[Dataset entries]
____________
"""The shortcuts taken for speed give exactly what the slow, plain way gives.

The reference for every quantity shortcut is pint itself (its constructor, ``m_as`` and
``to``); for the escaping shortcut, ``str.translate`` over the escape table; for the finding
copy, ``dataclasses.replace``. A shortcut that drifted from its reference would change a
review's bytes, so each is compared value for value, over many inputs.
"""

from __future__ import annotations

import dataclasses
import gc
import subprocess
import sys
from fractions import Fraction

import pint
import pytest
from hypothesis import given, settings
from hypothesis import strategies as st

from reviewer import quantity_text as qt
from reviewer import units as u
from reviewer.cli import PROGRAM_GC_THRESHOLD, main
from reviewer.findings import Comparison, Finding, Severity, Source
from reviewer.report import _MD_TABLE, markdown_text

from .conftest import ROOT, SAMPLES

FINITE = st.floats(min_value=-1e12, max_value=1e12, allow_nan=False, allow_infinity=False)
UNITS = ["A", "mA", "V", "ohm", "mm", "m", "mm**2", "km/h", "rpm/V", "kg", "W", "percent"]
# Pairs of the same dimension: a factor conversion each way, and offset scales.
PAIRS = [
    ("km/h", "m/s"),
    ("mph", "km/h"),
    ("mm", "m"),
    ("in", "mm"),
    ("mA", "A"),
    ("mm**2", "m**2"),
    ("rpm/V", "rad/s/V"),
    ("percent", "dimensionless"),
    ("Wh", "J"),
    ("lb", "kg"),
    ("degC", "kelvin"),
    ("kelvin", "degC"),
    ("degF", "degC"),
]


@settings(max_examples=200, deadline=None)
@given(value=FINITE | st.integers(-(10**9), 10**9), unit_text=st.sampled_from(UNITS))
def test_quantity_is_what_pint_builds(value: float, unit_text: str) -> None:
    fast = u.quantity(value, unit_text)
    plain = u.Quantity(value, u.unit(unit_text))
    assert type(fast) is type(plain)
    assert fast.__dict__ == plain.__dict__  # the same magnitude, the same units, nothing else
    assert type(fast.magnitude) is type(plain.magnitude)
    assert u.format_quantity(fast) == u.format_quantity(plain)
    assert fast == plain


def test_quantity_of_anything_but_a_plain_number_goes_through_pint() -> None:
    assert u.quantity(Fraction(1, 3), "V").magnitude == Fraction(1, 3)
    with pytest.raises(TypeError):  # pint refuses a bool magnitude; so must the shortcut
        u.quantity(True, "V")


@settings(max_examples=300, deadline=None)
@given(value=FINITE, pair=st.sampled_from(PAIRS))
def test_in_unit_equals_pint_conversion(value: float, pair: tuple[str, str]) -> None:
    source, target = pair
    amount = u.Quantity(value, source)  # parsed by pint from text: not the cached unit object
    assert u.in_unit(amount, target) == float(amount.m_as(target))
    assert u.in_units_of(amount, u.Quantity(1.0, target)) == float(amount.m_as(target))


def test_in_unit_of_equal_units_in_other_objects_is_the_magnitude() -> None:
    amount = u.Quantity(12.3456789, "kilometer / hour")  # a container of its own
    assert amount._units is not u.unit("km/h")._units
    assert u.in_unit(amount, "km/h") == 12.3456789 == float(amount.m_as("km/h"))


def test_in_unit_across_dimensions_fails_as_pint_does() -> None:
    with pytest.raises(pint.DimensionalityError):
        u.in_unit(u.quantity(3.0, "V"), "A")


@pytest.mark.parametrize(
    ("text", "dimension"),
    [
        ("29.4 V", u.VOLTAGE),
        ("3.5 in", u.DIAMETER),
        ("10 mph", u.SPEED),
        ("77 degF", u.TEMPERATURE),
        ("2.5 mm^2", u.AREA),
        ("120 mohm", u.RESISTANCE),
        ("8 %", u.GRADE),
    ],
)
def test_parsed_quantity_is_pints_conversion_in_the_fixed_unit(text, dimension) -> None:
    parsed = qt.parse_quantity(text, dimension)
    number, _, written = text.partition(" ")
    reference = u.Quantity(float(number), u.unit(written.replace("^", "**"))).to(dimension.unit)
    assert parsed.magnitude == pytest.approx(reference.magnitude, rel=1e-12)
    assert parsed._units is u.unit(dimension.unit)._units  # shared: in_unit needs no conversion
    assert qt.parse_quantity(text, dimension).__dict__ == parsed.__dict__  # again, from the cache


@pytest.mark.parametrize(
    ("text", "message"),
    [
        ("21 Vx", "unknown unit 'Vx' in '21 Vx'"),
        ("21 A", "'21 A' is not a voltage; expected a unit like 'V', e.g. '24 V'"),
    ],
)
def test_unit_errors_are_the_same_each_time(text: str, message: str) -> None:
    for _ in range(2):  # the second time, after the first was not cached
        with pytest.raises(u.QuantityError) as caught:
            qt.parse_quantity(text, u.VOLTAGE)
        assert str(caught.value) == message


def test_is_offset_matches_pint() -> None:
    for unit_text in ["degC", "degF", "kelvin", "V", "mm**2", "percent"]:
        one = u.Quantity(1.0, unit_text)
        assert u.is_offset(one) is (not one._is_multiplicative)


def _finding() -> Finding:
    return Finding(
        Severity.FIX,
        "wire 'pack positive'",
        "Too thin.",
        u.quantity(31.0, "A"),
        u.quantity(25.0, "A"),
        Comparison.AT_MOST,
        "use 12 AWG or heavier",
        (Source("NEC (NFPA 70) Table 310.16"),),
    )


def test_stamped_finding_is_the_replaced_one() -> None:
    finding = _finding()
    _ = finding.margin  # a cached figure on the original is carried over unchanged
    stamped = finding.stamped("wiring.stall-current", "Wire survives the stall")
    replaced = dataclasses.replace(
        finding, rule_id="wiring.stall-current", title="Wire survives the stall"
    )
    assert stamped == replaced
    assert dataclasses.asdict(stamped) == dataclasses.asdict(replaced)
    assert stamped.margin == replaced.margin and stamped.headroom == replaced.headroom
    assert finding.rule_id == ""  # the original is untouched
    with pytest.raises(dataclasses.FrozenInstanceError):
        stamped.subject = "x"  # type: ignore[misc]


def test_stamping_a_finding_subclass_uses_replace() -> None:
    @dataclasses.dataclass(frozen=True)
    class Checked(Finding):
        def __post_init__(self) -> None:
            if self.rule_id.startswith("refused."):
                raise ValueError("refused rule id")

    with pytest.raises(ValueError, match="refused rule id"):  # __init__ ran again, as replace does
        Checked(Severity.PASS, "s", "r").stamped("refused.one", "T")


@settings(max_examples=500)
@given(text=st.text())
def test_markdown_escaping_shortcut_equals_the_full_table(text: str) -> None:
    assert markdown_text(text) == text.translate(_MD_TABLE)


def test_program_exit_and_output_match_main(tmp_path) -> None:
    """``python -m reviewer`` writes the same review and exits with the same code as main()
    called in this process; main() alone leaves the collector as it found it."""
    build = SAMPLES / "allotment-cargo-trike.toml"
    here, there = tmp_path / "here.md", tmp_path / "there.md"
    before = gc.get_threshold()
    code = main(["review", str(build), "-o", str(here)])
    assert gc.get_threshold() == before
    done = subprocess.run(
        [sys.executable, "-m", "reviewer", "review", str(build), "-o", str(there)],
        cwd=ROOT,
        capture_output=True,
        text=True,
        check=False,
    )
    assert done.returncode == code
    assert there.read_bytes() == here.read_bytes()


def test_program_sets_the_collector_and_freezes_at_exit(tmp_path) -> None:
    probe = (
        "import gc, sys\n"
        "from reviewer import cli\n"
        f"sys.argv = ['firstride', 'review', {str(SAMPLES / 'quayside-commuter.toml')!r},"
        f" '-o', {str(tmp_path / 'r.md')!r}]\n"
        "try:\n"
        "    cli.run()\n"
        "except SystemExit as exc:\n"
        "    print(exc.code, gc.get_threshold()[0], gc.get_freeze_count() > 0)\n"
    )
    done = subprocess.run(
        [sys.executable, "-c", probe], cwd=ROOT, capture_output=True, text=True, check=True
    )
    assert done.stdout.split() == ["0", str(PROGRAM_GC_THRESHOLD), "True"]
____________
Every line above that carries the string "margin" should be copied.

    _ = finding.margin  # a cached figure on the original is carried over unchanged
    assert stamped.margin == replaced.margin and stamped.headroom == replaced.headroom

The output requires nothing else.